- EXERCISE DETAILS: From the entries, filter out every line that lacks "arrived" and copy the rest.

- RECORDS SHOWN:
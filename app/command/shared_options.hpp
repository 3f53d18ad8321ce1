// Options that several verbs take.
#pragma once

#include "context.hpp"

namespace bathwright::command {

using RunOnReadings =
    std::function<int(const Context&, const std::string& tank, const std::string& readings)>;
/// TANK and READINGS, for verbs that work readings out, and the action that takes them.
void add_tank_and_readings(CLI::App& verb, Context& context, Action& action, RunOnReadings run);

/// --by, --witness, --pin-file and --shift, for verbs that log.
void add_signature(CLI::App& verb, Context& context);

/// --units, for verbs that print figures for people.
void add_units(CLI::App& verb, Context& context);

}  // namespace bathwright::command
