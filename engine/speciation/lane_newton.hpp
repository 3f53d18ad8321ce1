// The coupled Newton of coupled_newton.hpp for eight variants of a problem at once, each with its own phases.
#pragma once

#include <array>

#include "lanes.hpp"
#include "workspace.hpp"

namespace bathwright::speciation {

/// Eight problems over the basis of one workspace, and where their solutions stand.
struct LaneProblem {
  LaneArray total, ln_K, phase_ln_K;  ///< per component; species; phase of the workspace
  Lanes total_water;
  LaneArray x, ln_m, ln_gamma, phase_mol;  ///< per component; species; kind; phase
  LaneArray active;                        ///< per phase: 1 where its condition holds, else 0
  Lanes ln_aw, water_kg;

  explicit LaneProblem(const Workspace& w);
  /// Amounts and constants of the workspace as those of one lane.
  void set_amounts(std::size_t lane, const Workspace& w);
  /// The state of the workspace as the start of one lane.
  void set_start(std::size_t lane, const Workspace& w);
  /// The state of one lane, for the answer.
  void copy_state(std::size_t lane, Workspace& w) const;
};

/// Room for lane_newton; grows to the size of the workspace once.
struct LaneTables {
  LaneArray U, gamma, X, system, kinds, H, m, defect;
  explicit LaneTables(const Workspace& w);

 private:
  LaneTables(std::size_t components, std::size_t species, std::size_t kinds_count, std::size_t phases);
};

/// One change of a lane's phases, as after coupled_newton: the most negative precipitate leaves, else the
/// most supersaturated solid enters. False where there is nothing to change.
bool change_phases(const Workspace& w, LaneProblem& p, std::size_t lane);

/// Takes the lanes that have not `arrived` to the tolerance of solve_coupled, and marks those that do.
void lane_newton(Workspace& w, LaneProblem& p, LaneTables& t, std::array<bool, lanes>& arrived);

}  // namespace bathwright::speciation
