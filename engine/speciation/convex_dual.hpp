// The equilibrium at fixed activity coefficients: a convex problem in the log activities of the basis.
#pragma once

#include "workspace.hpp"

namespace bathwright::speciation {

/// Minimises  w sum_j m_j(x) - b'x  subject to the phase conditions; the multipliers are the amounts of the
/// phases. Damped Newton with a Cholesky factorisation in the null space of the active conditions (each
/// active phase takes the place of the basis species it limits), and an active set for what may precipitate.
/// Globally convergent.
///   tolerance   largest |balance| relative to its total at which to stop
///   iterations  counted up
/// Moves x, the phases' `active` and `mol`. A held pH is met with its counter-ion's total moved along.
/// Returns false when the active set does not settle or a total cannot be met.
bool solve_convex(Workspace& w, double tolerance, int& iterations);

/// A start from which solve_convex never has to walk down from e^20: no species stands above its totals.
/// Finds the pH by bisection of the proton balance, the rest by scaling each basis species to its total.
void cold_start(Workspace& w);

/// After the coefficients have moved: scales down what stands above its total, at the present pH.
void pull_back(Workspace& w);

}  // namespace bathwright::speciation
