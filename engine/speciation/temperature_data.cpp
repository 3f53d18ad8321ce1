#include "temperature_data.hpp"

#include <bathwright/data/tables.hpp>
#include <cmath>

namespace bathwright::speciation {

TemperatureData::TemperatureData(activity::Convention convention) {
  const bool interaction = convention == activity::Convention::interaction;
  const data::CsvTable functions =
      data::built_in_table("equilibria/temperature_functions.csv", {"A", "B", "C", "D", "E", "F"});
  const auto coefficient = [](const data::CsvRow& row, std::string_view column) {
    const double value = row.number(column);
    return std::isnan(value) ? 0 : value;
  };
  for (std::size_t i = 0; i < functions.size(); ++i) {
    const data::CsvRow row = functions[i];
    if (row["convention"] != "both" && (row["convention"] == "interaction") != interaction) continue;
    functions_.emplace(
        std::pair(std::string(row["of"]), std::string(row["set"])),
        ReactionAt25C::of({coefficient(row, "A"), coefficient(row, "B"), coefficient(row, "C"),
                           coefficient(row, "D"), coefficient(row, "E"), coefficient(row, "F")}));
  }
  const data::CsvTable substances =
      data::built_in_table("equilibria/heat_capacity.csv", {"constant_J_molK", "pole_JK_mol", "born_J_mol"});
  for (std::size_t i = 0; i < substances.size(); ++i) {
    const data::CsvRow row = substances[i];
    HeatCapacity& substance = heat_capacity_[std::string(row["substance"])];
    substance.constant = row.number("constant_J_molK");
    substance.curve.pole = row.number("pole_JK_mol");
    substance.curve.born = row.number("born_J_mol");
  }
}

void TemperatureData::complete(Constant& constant, const std::string& row, const std::string& set,
                               bool states_dCp, const Reaction& reaction) const {
  if (const auto function = functions_.find({row, set}); function != functions_.end()) {
    constant.dH_kJ_per_mol = function->second.dH_kJ_per_mol;
    constant.dCp_J_per_molK = function->second.dCp_J_per_molK;
    constant.curve = function->second.curve;
    constant.has_dH = true;
    return;
  }
  if (states_dCp || !constant.has_dH) return;
  HeatCapacity sum;
  const auto add = [&](const Term& term, double sign) {
    const auto known = heat_capacity_.find(term.name);
    if (known == heat_capacity_.end()) return false;
    sum.constant += sign * term.coefficient * known->second.constant;
    sum.curve.add(known->second.curve, sign * term.coefficient);
    return true;
  };
  for (const Term& term : reaction.left)
    if (!add(term, -1)) return;
  for (const Term& term : reaction.right)
    if (!add(term, 1)) return;
  constant.dCp_J_per_molK = sum.constant;
  constant.curve = sum.curve;
}

}  // namespace bathwright::speciation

- YOUR SOLUTION:
/// Takes the lanes that have not `arrived` to the tolerance of solve_coupled, and marks those that do.
void lane_newton(Workspace& w, LaneProblem& p, LaneTables& t, std::array<bool, lanes>& arrived);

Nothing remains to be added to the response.